Formulating a DS Research Question:

A machine learning problem makes predictions but a data science problem makes decisions, as well. In order to convert the ML Research Question to a Data Science (DS) Research Question, you will have to consider:

How will that prediction help solve the business problem?
What is a business strategy based on that prediction?
How will you align the ML metrics with the business outcome and KPIs?

EXAMPLE: Being able to predict survival based on gender, age, and cabin location will allow us to decide how best to populate the new Titanic voyage. If the survival rate for young girls in first-class cabins is more than 90%, we will re-allocate their population to increase overall survivability by a factor of 15%, in alignment with the KPI for the business outcome of increasing survivability by at least 10% for the new Titanic voyage.

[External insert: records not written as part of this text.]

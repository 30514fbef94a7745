import type { Executor } from "../schema";


/** Client viewers of a project with who granted them and when. */
export async function listClientViewers(db: Executor, projectId: string) {
  return db
    .selectFrom("project_access")
    .innerJoin("users", "users.id", "project_access.user_id")
    .leftJoin("users as granter", "granter.id", "project_access.granted_by")
    .select([
      "users.id as userId",
      "users.name",
      "users.email",
      "project_access.role",
      "project_access.created_at as since",
      "granter.name as grantedByName",
    ])
    .where("project_access.project_id", "=", projectId)
    .orderBy("users.name")
    .execute();
}

/** Remove a client viewer's grant; returns the removed grant, or undefined when there was none. */
export async function deleteProjectAccess(db: Executor, projectId: string, userId: string) {
  return db
    .deleteFrom("project_access")
    .where("project_id", "=", projectId)
    .where("user_id", "=", userId)
    .returning(["user_id as userId", "role"])
    .executeTakeFirst();
}

/** Every client grant on the firm's projects (for the firm admin's overview). */
export async function listFirmClientAccess(db: Executor, firmId: string) {
  return db
    .selectFrom("project_access")
    .innerJoin("projects", "projects.id", "project_access.project_id")
    .innerJoin("users", "users.id", "project_access.user_id")
    .select([
      "projects.id as projectId",
      "projects.name as projectName",
      "users.id as userId",
      "users.name",
      "users.email",
      "project_access.role",
      "project_access.created_at as since",
    ])
    .where("projects.firm_id", "=", firmId)
    .orderBy("projects.name")
    .orderBy("users.name")
    .execute();
}

/** Firm members who should hear about activity on a project (the consultants and admins of its firm). */
export async function listFirmMembersWithRole(db: Executor, firmId: string) {
  return db
    .selectFrom("firm_members")
    .innerJoin("users", "users.id", "firm_members.user_id")
    .select(["users.id as userId", "users.name", "users.email", "firm_members.role"])
    .where("firm_members.firm_id", "=", firmId)
    .execute();
}
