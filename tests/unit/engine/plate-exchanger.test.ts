import { describe, expect, it } from "vitest";
import { counterflowEffectiveness } from "@/lib/engine/heat-exchanger";
import {
  balancedCounterflowApproachK,
  calibratePlateExchangerUaKWPerK,
  plateExchangerApproachK,
} from "@/lib/engine/plate-exchanger";

const C = 72 * 4.186;

describe("plate exchanger approach", () => {
  // Source: counterflow ε-NTU (Incropera & DeWitt); balanced counterflow approach = R·(1 − ε)/ε
  // (Methods §5).
  it("reproduces the design approach and the balanced-counterflow formula", () => {
    const ua = calibratePlateExchangerUaKWPerK(1500, 1.5, C, C);
    expect(plateExchangerApproachK(1500, ua, C, C)).toBeCloseTo(1.5, 9);
    const eps = counterflowEffectiveness(ua / C, 1);
    expect(balancedCounterflowApproachK(1500 / C, eps)).toBeCloseTo(1.5, 9);
    // balanced: NTU = R/approach
    expect(ua / C).toBeCloseTo(1500 / C / 1.5, 9);
  });

  it("with constant flows the approach is proportional to the load", () => {
    const ua = calibratePlateExchangerUaKWPerK(1500, 1.5, C, C);
    expect(plateExchangerApproachK(750, ua, C, C)).toBeCloseTo(0.75, 9);
  });

  it("handles unequal flows (hot side = clean loop)", () => {
    const ua = calibratePlateExchangerUaKWPerK(1500, 1.5, 0.8 * C, C);
    expect(plateExchangerApproachK(1500, ua, 0.8 * C, C)).toBeCloseTo(1.5, 9);
    // The clean loop leaves at tower water + approach; its inlet is higher by Q/Chot.
    const cmin = 0.8 * C;
    const eps = counterflowEffectiveness(ua / cmin, 0.8);
    const hotIn = 20 + 1500 / (eps * cmin);
    expect(hotIn - 1500 / (0.8 * C) - 20).toBeCloseTo(1.5, 9);
  });
});
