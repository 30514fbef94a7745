import { sql } from "kysely";
import type { Executor } from "../schema";

/** Sign-in throttling rows (lib/auth/rate-limit.ts decides the limits). */

/** Whether any of the keys is blocked now. */
export async function anySignInKeyBlocked(ex: Executor, keys: string[]): Promise<boolean> {
  const row = await ex
    .selectFrom("sign_in_attempts")
    .select("key")
    .where("key", "in", keys)
    .where("blocked_until", ">", sql<Date>`now()`)
    .executeTakeFirst();
  return Boolean(row);
}

/** Count one failure against a key in its window (a new window once the old one is over); block it at the limit. */
export async function addSignInFailure(ex: Executor, key: string, limit: { maxFailures: number; windowS: number; blockS: number }): Promise<void> {
  await sql`
    insert into sign_in_attempts (key, failures, window_start)
    values (${key}, 1, now())
    on conflict (key) do update set
      failures = case when sign_in_attempts.window_start < now() - make_interval(secs => ${limit.windowS})
                      then 1 else sign_in_attempts.failures + 1 end,
      window_start = case when sign_in_attempts.window_start < now() - make_interval(secs => ${limit.windowS})
                      then now() else sign_in_attempts.window_start end`.execute(ex);
  await sql`
    update sign_in_attempts set blocked_until = now() + make_interval(secs => ${limit.blockS})
    where key = ${key} and failures >= ${limit.maxFailures}`.execute(ex);
}

export async function deleteSignInAttempts(ex: Executor, key: string): Promise<void> {
  await ex.deleteFrom("sign_in_attempts").where("key", "=", key).execute();
}

/** Delete throttle rows whose window started over a day ago and whose block (if any) has passed. */
export async function deleteStaleSignInAttempts(ex: Executor): Promise<number> {
  const r = await ex
    .deleteFrom("sign_in_attempts")
    .where("window_start", "<", sql<Date>`now() - interval '1 day'`)
    .where((eb) => eb.or([eb("blocked_until", "is", null), eb("blocked_until", "<", sql<Date>`now()`)]))
    .executeTakeFirst();
  return Number(r.numDeletedRows);
}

Formulating a Research Hypothesis:

Finally, if you're involved in fundamental research, you can convert the ML Research Question to a Research Hypothesis. In order to convert to a Hypothesis Testing framework, you need to:

Establish the theoretical/conceptual framework that will serve as the basis, or context, for your answer to the research question
Formulate your answer as a clear description of the relationship between the variables of interest in your study
Write the predicted answer to your research question as an If-Then formulation
Re-phrase it next as a correlation with the evaluation metric
Convert it to a Hypothesis Testing framework

EXAMPLE: H_o: Null Hypothesis: Gender, age, and cabin location have no effect on survival on the Titanic. H_a: Alternative Hypothesis: Young girls in first-class cabins will have a 90% higher likelihood of survival as compared to old men in the lower decks.

Advice

Look at the datasets you plan on using to make sure they are usable and will work. If you plan on creating a dataset (e.g., by scraping a website) convince the reader this will be feasible (you don't have to have the scraper working perfectly right now but you should before the next milestone).

Assignment

Please read the final project description and then write a project proposal as follows.

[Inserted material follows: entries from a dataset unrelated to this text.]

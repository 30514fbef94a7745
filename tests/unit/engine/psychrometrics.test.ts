import { describe, expect, it } from "vitest";
import { fc, test } from "@fast-check/vitest";
import psychrolib from "psychrolib";
import {
  STANDARD_ATMOSPHERE_PA,
  dewPointFromHumidityRatioC,
  humidityRatioFromVaporPressure,
  humidityRatioFromWetBulb,
  latentHeatOfVaporizationKJPerKg,
  moistAirEnthalpyKJPerKg,
  pressureFromElevationPa,
  psychroCounters,
  relativeHumidityFromWetBulb,
  resetPsychroCounters,
  saturatedAirEnthalpyExactKJPerKg,
  saturatedAirEnthalpyKJPerKg,
  saturationHumidityRatio,
  saturationVaporPressurePa,
  waterSpecificHeatKJPerKgK,
  wetBulbFromDewPointC,
  wetBulbFromRelativeHumidityC,
} from "@/lib/engine/psychrometrics";
import { saturatedEnthalpyCurvatureKJPerKgK2, saturatedEnthalpySlopeAndCurvature } from "@/lib/engine/saturation";

const P0 = STANDARD_ATMOSPHERE_PA;

function relErr(actual: number, expected: number): number {
  return Math.abs(actual - expected) / Math.abs(expected);
}

describe("standard atmosphere", () => {
  // ASHRAE Handbook—Fundamentals 2017 ch.1 Table 1 (Standard Atmospheric Data for Altitudes):
  // 1000 m → 89.875 kPa. The other rows are [memory] of the same table.
  it.each([
    [0, 101325],
    [1000, 89875],
    [-500, 107478], // [memory]
    [500, 95461], // [memory]
    [2000, 79495], // [memory]
  ])("p(%d m) = %d Pa (Table 1)", (z, pTable) => {
    expect(Math.abs(pressureFromElevationPa(z) - pTable)).toBeLessThan(2);
  });
});

describe("saturation pressure (Hyland–Wexler, ASHRAE 2017 ch.1 eqs. 5–6)", () => {
  // ASHRAE 2017 ch.1 Table 3 (Thermodynamic Properties of Water at Saturation), kPa. 25 °C = 3.1699 kPa
  // is quoted in Methods §1; the other rows are IAPWS values as tabulated there [memory].
  // The formula reproduces the table to ~0.05 %: the table's pure-water pws carries no enhancement factor.
  it.each([
    [-20, 0.10326], // over ice [memory]
    [-10, 0.25987], // over ice [memory]
    [0.01, 0.61165], // triple point [memory]
    [20, 2.3392], // [memory]
    [25, 3.1699],
    [30, 4.2467], // [memory]
    [40, 7.3844], // [memory]
    [50, 12.352], // [memory]
  ])("pws(%d °C) ≈ %d kPa", (tC, pwsKPa) => {
    expect(relErr(saturationVaporPressurePa(tC), pwsKPa * 1000)).toBeLessThan(1e-3);
  });

  it("gives the formula value 3169.2 Pa at 25 °C (Methods §1, from the Handbook's eq. 6)", () => {
    expect(Math.abs(saturationVaporPressurePa(25) - 3169.2)).toBeLessThan(0.1);
  });

  it("is continuous at the triple point where the ice and water branches meet", () => {
    // The two correlations agree at 0.01 °C to better than 0.01 % (ASHRAE 2017 ch.1, note to eqs. 5–6).
    const below = saturationVaporPressurePa(0.01 - 1e-9);
    const above = saturationVaporPressurePa(0.01 + 1e-9);
    expect(relErr(below, above)).toBeLessThan(1e-4);
  });
});

describe("moist-air table values at 101.325 kPa (ASHRAE 2017 ch.1 Table 2)", () => {
  // Table 2 includes the enhancement factor (~1.004) that the formulas omit, so its Ws and hs sit
  // ~0.4–0.5 % above the formula. Tolerance 0.8 % on Ws and 0.6 % on hs accepts that and nothing more.
  it.each([
    // tC, Ws kg/kg, hs kJ/kg  — Table 2 rows [memory]
    [10, 0.007661, 29.348],
    [20, 0.014758, 57.555],
    [30, 0.027329, 100.0],
    [40, 0.049141, 166.7],
  ])("t = %d °C: Ws ≈ %d, hs ≈ %d", (tC, wsTable, hsTable) => {
    const ws = saturationHumidityRatio(tC, P0);
    expect(ws).toBeLessThan(wsTable); // the formula lacks the enhancement factor, so it must sit below
    expect(relErr(ws, wsTable)).toBeLessThan(8e-3);
    expect(relErr(saturatedAirEnthalpyKJPerKg(tC, P0), hsTable)).toBeLessThan(6e-3);
  });
});

describe("ASHRAE 2017 ch.1 Example 1: 40 °C dry-bulb, 20 °C wet-bulb, 101.325 kPa", () => {
  // Handbook answers: W = 0.0065 kg/kg, h = 56.7 kJ/kg, dew point ≈ 7 °C, φ ≈ 14 % (Methods §1).
  // The Handbook takes Ws* = 0.014758 from Table 2 (with enhancement factor); the formula's Ws* is 0.4 %
  // lower, which lowers W by ~1 % (≈ 0.00006): hence the W tolerance of 1.2e-4 kg/kg.
  const w = humidityRatioFromWetBulb(40, 20, P0);
  it("humidity ratio ≈ 0.0065 kg/kg", () => {
    expect(Math.abs(w - 0.0065)).toBeLessThan(1.2e-4);
  });
  it("enthalpy ≈ 56.7 kJ/kg", () => {
    expect(Math.abs(moistAirEnthalpyKJPerKg(40, w) - 56.7)).toBeLessThan(0.3);
  });
  it("dew point ≈ 7 °C", () => {
    const td = dewPointFromHumidityRatioC(40, w, P0);
    expect(td).toBeGreaterThan(6.8);
    expect(td).toBeLessThan(8.0);
  });
  it("relative humidity ≈ 14 %", () => {
    expect(Math.abs(relativeHumidityFromWetBulb(40, 20, P0) - 0.14)).toBeLessThan(0.005);
  });
  it("the inverse solvers give back the 20 °C wet-bulb", () => {
    const rh = relativeHumidityFromWetBulb(40, 20, P0);
    expect(Math.abs(wetBulbFromRelativeHumidityC(40, rh, P0) - 20)).toBeLessThan(2e-3);
    const td = dewPointFromHumidityRatioC(40, w, P0);
    expect(Math.abs(wetBulbFromDewPointC(40, td, P0) - 20)).toBeLessThan(2e-3);
  });
});

describe("latent heat of vaporization", () => {
  // ~2430 kJ/kg at 30 °C (Methods §1); IAPWS-95 saturated hfg: 2500.9 (0.01 °C), 2453.5 (20 °C),
  // 2429.8 (30 °C), 2382.0 (50 °C), 2256.4 (100 °C) kJ/kg [memory].
  it.each([
    [0.01, 2500.9],
    [20, 2453.5],
    [30, 2429.8],
    [50, 2382.0],
    [100, 2256.4],
  ])("hfg(%d °C) ≈ %d kJ/kg", (tC, hfg) => {
    expect(Math.abs(latentHeatOfVaporizationKJPerKg(tC) - hfg)).toBeLessThan(0.5);
  });
  it("agrees with the Handbook's own linearisation 2501 − 2.326·t (ch.1 eq. 33) within 0.3 % over 0–60 °C", () => {
    for (let t = 0; t <= 60; t += 5) {
      expect(relErr(latentHeatOfVaporizationKJPerKg(t), 2501 - 2.326 * t)).toBeLessThan(3e-3);
    }
  });
  it("uses cp,water = 4.186 kJ/(kg·K), the value of ASHRAE 2017 ch.1 eq. 33", () => {
    expect(waterSpecificHeatKJPerKgK).toBe(4.186);
  });
});

describe("cross-check against psychrolib (reference implementation of ASHRAE 2017 ch.1) over a grid", () => {
  psychrolib.SetUnitSystem(psychrolib.SI);
  const temps = Array.from({ length: 71 }, (_, i) => -40 + i * 2); // −40…100 °C
  const pressures = [P0, pressureFromElevationPa(1000), pressureFromElevationPa(2500)];

  it("saturation pressure, saturated humidity ratio and saturated enthalpy match to 1e-9", () => {
    for (const p of pressures) {
      for (const t of temps) {
        expect(relErr(saturationVaporPressurePa(t), psychrolib.GetSatVapPres(t))).toBeLessThan(1e-9);
        if (t > 85) continue; // near boiling at 2500 m the two cap W differently; not an operating range
        expect(relErr(saturationHumidityRatio(t, p), psychrolib.GetSatHumRatio(t, p))).toBeLessThan(1e-9);
        expect(
          Math.abs(saturatedAirEnthalpyExactKJPerKg(t, p) - psychrolib.GetSatAirEnthalpy(t, p) / 1000),
        ).toBeLessThan(1e-9 * Math.max(1, Math.abs(saturatedAirEnthalpyExactKJPerKg(t, p))));
      }
    }
  });

  it("moist-air enthalpy, humidity ratio from vapour pressure and standard pressure match", () => {
    for (const t of temps) {
      for (const w of [1e-5, 0.002, 0.01, 0.03]) {
        // psychrolib floors W at 1e-7, so not 0
        expect(
          Math.abs(moistAirEnthalpyKJPerKg(t, w) - psychrolib.GetMoistAirEnthalpy(t, w) / 1000),
        ).toBeLessThan(1e-9);
      }
    }
    for (const pw of [100, 1000, 5000]) {
      for (const p of pressures) {
        expect(
          relErr(humidityRatioFromVaporPressure(pw, p), psychrolib.GetHumRatioFromVapPres(pw, p)),
        ).toBeLessThan(1e-12);
      }
    }
    for (const z of [-400, 0, 240, 1000, 3000]) {
      expect(relErr(pressureFromElevationPa(z), psychrolib.GetStandardAtmPressure(z))).toBeLessThan(1e-12);
    }
  });
});

describe("wet-bulb solvers", () => {
  const sites = [P0, pressureFromElevationPa(240), pressureFromElevationPa(1500)];

  it("round-trip dry-bulb + RH → wet-bulb → RH within 0.3 %-points over −20…50 °C", () => {
    for (const p of sites) {
      for (let t = -20; t <= 50; t += 5) {
        for (const rh of [0.05, 0.2, 0.5, 0.8, 1]) {
          const twb = wetBulbFromRelativeHumidityC(t, rh, p);
          expect(twb).toBeLessThanOrEqual(t + 1e-9);
          // the solver's 0.001 K tolerance maps to < 0.3 %-points of RH even in cold dry air
          expect(Math.abs(relativeHumidityFromWetBulb(t, twb, p) - rh)).toBeLessThan(3e-3);
        }
      }
    }
  });

  it("round-trip dry-bulb + dew point → wet-bulb → W → dew point within 0.01 K (0.03 K below −20 °C dew point)", () => {
    for (const p of sites) {
      for (let t = -10; t <= 45; t += 5) {
        for (let dep = 0; dep <= 30; dep += 6) {
          const td = t - dep;
          const twb = wetBulbFromDewPointC(t, td, p);
          expect(twb).toBeGreaterThanOrEqual(td - 2e-3);
          expect(twb).toBeLessThanOrEqual(t + 1e-9);
          const w = humidityRatioFromWetBulb(t, twb, p);
          // the 0.001 K wet-bulb tolerance is amplified where W is tiny: dew points below −20 °C get 0.03 K
          const tol = td < -20 ? 0.03 : 0.01;
          expect(Math.abs(dewPointFromHumidityRatioC(t, w, p) - td)).toBeLessThan(tol);
        }
      }
    }
  });

  it("saturated air has wet-bulb = dry-bulb = dew point (definition, ASHRAE 2017 ch.1)", () => {
    expect(Math.abs(wetBulbFromRelativeHumidityC(25, 1, P0) - 25)).toBeLessThan(2e-3);
    expect(Math.abs(wetBulbFromDewPointC(25, 25, P0) - 25)).toBeLessThan(2e-3);
  });

  it("treats RH above 100 % and a dew point above the dry-bulb as saturation (weather-file rounding)", () => {
    expect(Math.abs(wetBulbFromRelativeHumidityC(20, 1.01, P0) - 20)).toBeLessThan(2e-3);
    expect(Math.abs(wetBulbFromDewPointC(20, 20.3, P0) - 20)).toBeLessThan(2e-3);
  });

  test.prop([fc.double({ min: 0, max: 45, noNaN: true }), fc.double({ min: 0, max: 25, noNaN: true })])(
    "at fixed dry-bulb and dew point the wet-bulb is lower at lower pressure (eq. 33: psychrometer term ∝ p)",
    (t, dep) => {
      const td = t - dep;
      const sea = wetBulbFromDewPointC(t, td, P0);
      const high = wetBulbFromDewPointC(t, td, pressureFromElevationPa(2000));
      expect(high).toBeLessThanOrEqual(sea + 2e-3);
    },
  );
});

describe("saturated enthalpy hot path (tabulated per pressure)", () => {
  psychrolib.SetUnitSystem(psychrolib.SI);
  // Working range of the solvers: entering wet-bulbs from −40 °C to water at 90 °C, site pressures from
  // 4000 m (61.6 kPa) to 400 m below sea level (106.2 kPa). The table's cubic interpolation must stay
  // within 1e−5 kJ/kg of psychrolib's GetSatAirEnthalpy (the reference implementation of ASHRAE 2017
  // ch.1 eqs. 5–6, 23, 32) wherever the water is below half its boiling pressure (pws ≤ 0.5·p: beyond
  // that no tower or cooler runs; the hot path there evaluates the formula itself).
  const sites = [-400, 0, 240, 1000, 2500, 4000].map(pressureFromElevationPa);
  it.each(sites)("matches psychrolib within 1e-5 kJ/kg over −40…90 °C at %d Pa", (p) => {
    let worst = 0;
    for (let t = -40; t <= 90; t += 0.0173) {
      if (psychrolib.GetSatVapPres(t) > 0.5 * p) break;
      const e = Math.abs(saturatedAirEnthalpyKJPerKg(t, p) - psychrolib.GetSatAirEnthalpy(t, p) / 1000);
      if (e > worst) worst = e;
    }
    expect(worst).toBeLessThan(1e-5);
  });

  it("is exact at the triple point from both sides and continuous across it (no interval spans the ice/water switch)", () => {
    for (const t of [0.01 - 1e-7, 0.01, 0.01 + 1e-7]) {
      expect(Math.abs(saturatedAirEnthalpyKJPerKg(t, P0) - psychrolib.GetSatAirEnthalpy(t, P0) / 1000)).toBeLessThan(1e-6);
    }
  });

  it("evaluates the formula outside the table (hot water at a high site)", () => {
    const p = pressureFromElevationPa(2500);
    for (const t of [-60, 88, 95]) {
      expect(saturatedAirEnthalpyKJPerKg(t, p)).toBe(saturatedAirEnthalpyExactKJPerKg(t, p));
    }
  });


  test.prop([fc.double({ min: -30, max: 70, noNaN: true }), fc.double({ min: 0.01, max: 5, noNaN: true })])(
    "is strictly increasing in temperature (dhs/dt = 1.006 + … > 0)",
    (t, dt) => {
      expect(saturatedAirEnthalpyKJPerKg(t + dt, P0)).toBeGreaterThan(saturatedAirEnthalpyKJPerKg(t, P0));
    },
  );

  it("counts every call, and no exponential once the table for the pressure exists", () => {
    saturatedAirEnthalpyKJPerKg(20, P0);
    resetPsychroCounters();
    for (let i = 0; i < 37; i++) saturatedAirEnthalpyKJPerKg(20 + i * 0.1, P0);
    expect(psychroCounters.saturatedEnthalpyCalls).toBe(37);
    expect(psychroCounters.exactSaturatedEnthalpyCalls).toBe(0);
    resetPsychroCounters();
    expect(psychroCounters.saturatedEnthalpyCalls).toBe(0);
  });

  it("stays finite and large where water would boil at the site pressure", () => {
    const p = pressureFromElevationPa(2000); // boils near 93 °C
    const h = saturatedAirEnthalpyKJPerKg(98, p);
    expect(Number.isFinite(h)).toBe(true);
    expect(h).toBeGreaterThan(saturatedAirEnthalpyKJPerKg(90, p));
  });

  it("does not depend on psychrolib's global unit setting", () => {
    psychrolib.SetUnitSystem(psychrolib.IP);
    const h = saturatedAirEnthalpyKJPerKg(30, P0);
    const twb = wetBulbFromRelativeHumidityC(30, 0.5, P0);
    psychrolib.SetUnitSystem(psychrolib.SI);
    expect(Math.abs(h - psychrolib.GetSatAirEnthalpy(30, P0) / 1000)).toBeLessThan(1e-9);
    expect(Math.abs(twb - psychrolib.GetTWetBulbFromRelHum(30, 0.5, P0))).toBeLessThan(1e-9);
  });
});

describe("curvature of the saturated-air enthalpy, d²hs/dT² (the tower's Halley step)", () => {
  // Reference: the central second difference of psychrolib's GetSatAirEnthalpy (the reference implementation
  // of ASHRAE Fundamentals 2017 ch.1), h = 0.01 K: truncation h²·hs⁗/12 and round-off are both far below
  // 0.1 % of hs″ at these temperatures (hand estimate).
  psychrolib.SetUnitSystem(psychrolib.SI);
  const cases: [number, number][] = [
    [-10, 101325],
    [5, 101325],
    [20, 101325],
    [35, 101325],
    [30, 89875],
  ];
  it.each(cases)("at %d °C, %d Pa: within 0.1 % of psychrolib's second difference", (t, p) => {
    const h = 0.01;
    const hsJ = (x: number) => psychrolib.GetSatAirEnthalpy(x, p);
    const reference = (hsJ(t + h) - 2 * hsJ(t) + hsJ(t - h)) / (h * h) / 1000;
    const hs = psychrolib.GetSatAirEnthalpy(t, p) / 1000;
    expect(Math.abs(saturatedEnthalpyCurvatureKJPerKgK2(t, hs) / reference - 1)).toBeLessThan(1e-3);
  });

  it.each(cases)("slope and curvature together (the tower's iteration) at %d °C, %d Pa: psychrolib's central differences", (t, p) => {
    // Slope: central first difference, h = 0.01 K (truncation h²·hs‴/6, far below 1e-5 of hs′; hand estimate).
    const h = 0.01;
    const hsJ = (x: number) => psychrolib.GetSatAirEnthalpy(x, p);
    const slopeReference = (hsJ(t + h) - hsJ(t - h)) / (2 * h) / 1000;
    const curvatureReference = (hsJ(t + h) - 2 * hsJ(t) + hsJ(t - h)) / (h * h) / 1000;
    const out = { slope: 0, curvature: 0 };
    saturatedEnthalpySlopeAndCurvature(t, psychrolib.GetSatAirEnthalpy(t, p) / 1000, out);
    expect(Math.abs(out.slope / slopeReference - 1)).toBeLessThan(1e-5);
    expect(Math.abs(out.curvature / curvatureReference - 1)).toBeLessThan(1e-3);
  });
});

You should start by brainstorming a long list of ideas, then narrow it down to a couple that are feasible given your knowledge background, the time constraints, and the available datasets you're able to locate. You should answer questions like:

What questions will you try to answer? List 5-10 possible questions.
What datasets will you use? You should have already found and taken a first look at the datasets. Make sure the data is clean enough to reasonably use and actually has the information content to answer your questions.
How will you use the data to try to answer the question? What are some things you will do with the data to get at your questions? For example, what are some plots you might make.

You should write the proposal for one of these ideas but please do keep a couple as backups in case the original project doesn't work out for some reason.

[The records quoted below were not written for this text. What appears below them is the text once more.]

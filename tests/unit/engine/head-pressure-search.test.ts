/**
 * The floating-head search (head-pressure.ts) against a hand-solved hour: a linear airflow requirement and a
 * constant compressor slope, whose optimum follows in closed form.
 */
import { describe, expect, it } from "vitest";
import type { FanModel } from "@/lib/engine/fans";
import { type FloatingHour, airflowNear, optimalFloatingCondensing } from "@/lib/engine/head-pressure";

const fan: FanModel = { designPowerKW: 10, control: "variableSpeed", minSpeedFraction: 0.2, powerFloorFraction: 0, lowSpeedFraction: 0.5, naturalDraftAirflowFraction: 0 };

/** f(Tc) = 1 − 0.1·(Tc − 20) (its slope −0.1 /K exact); dW/dTc = 0.5 kW/K; counts the airflow solves. */
function linearHour(slopeIsExact: boolean): FloatingHour & { solves: number } {
  return {
    slopeIsExact,
    solves: 0,
    airflowAt(condensingC: number) {
      this.solves++;
      return { fraction: 1 - 0.1 * (condensingC - 20), slopePerK: -0.1 };
    },
    compressorSlope: () => 0.5,
  };
}

describe("floating-head search on a hand-solved hour", () => {
  // Hand calculation: marginal m = Pd·3f²·df/dTc + dW/dTc = 10·3·f²·(−0.1) + 0.5 = 0 ⇒ f = √(1/6) = 0.408248,
  // Tc = 20 + (1 − 0.408248)/0.1 = 25.91752 °C.
  for (const exact of [true, false]) {
    it(`finds Tc = 25.9175 °C within the search's 0.05 K (slope ${exact ? "carried" : "re-solved"})`, () => {
      const hour = linearHour(exact);
      const r = optimalFloatingCondensing(fan, 20, 35, hour);
      expect(Math.abs(r.condensingC - 25.91752)).toBeLessThan(0.05);
      // The airflow returned is the requirement at the returned Tc (the carried step is exact on a line).
      expect(r.airflow.fraction).toBeCloseTo(1 - 0.1 * (r.condensingC - 20), 12);
    });
  }

  it("carrying the last solve along an exact slope saves an airflow solve and gives the same Tc", () => {
    const carried = linearHour(true);
    const solved = linearHour(false);
    const a = optimalFloatingCondensing(fan, 20, 35, carried);
    const b = optimalFloatingCondensing(fan, 20, 35, solved);
    expect(carried.solves).toBeLessThan(solved.solves);
    expect(Math.abs(a.condensingC - b.condensingC)).toBeLessThan(0.05);
  });

  it("airflowNear: 0.6 with slope −0.1 /K, 0.03 K warmer → 0.597 (hand: 0.6 − 0.1·0.03)", () => {
    const n = airflowNear({ fraction: 0.6, slopePerK: -0.1 }, 0.03);
    expect(n.fraction).toBeCloseTo(0.597, 12);
    expect(n.slopePerK).toBe(-0.1);
  });
});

The point of this milestone is to think through a reasonable project. You will not be held to doing exactly what you say you will do in this proposal. In fact, you should anticipate adapting your project as you continue to work on it (just ask Robert Burns or Mike Tyson). The more you put into the proposal, however, the better your life will be a few weeks from now as you work on the next few milestones.

Deliverables

Write a one page initial project proposal which describes your proposed project and discusses:

What research question will you try to answer?
What dataset(s) will you use?
What are some analyses and visualizations you might carry out on that dataset?

On a second page, include a list of three (3) other ideas you brainstormed with a couple bullet points of detail for each.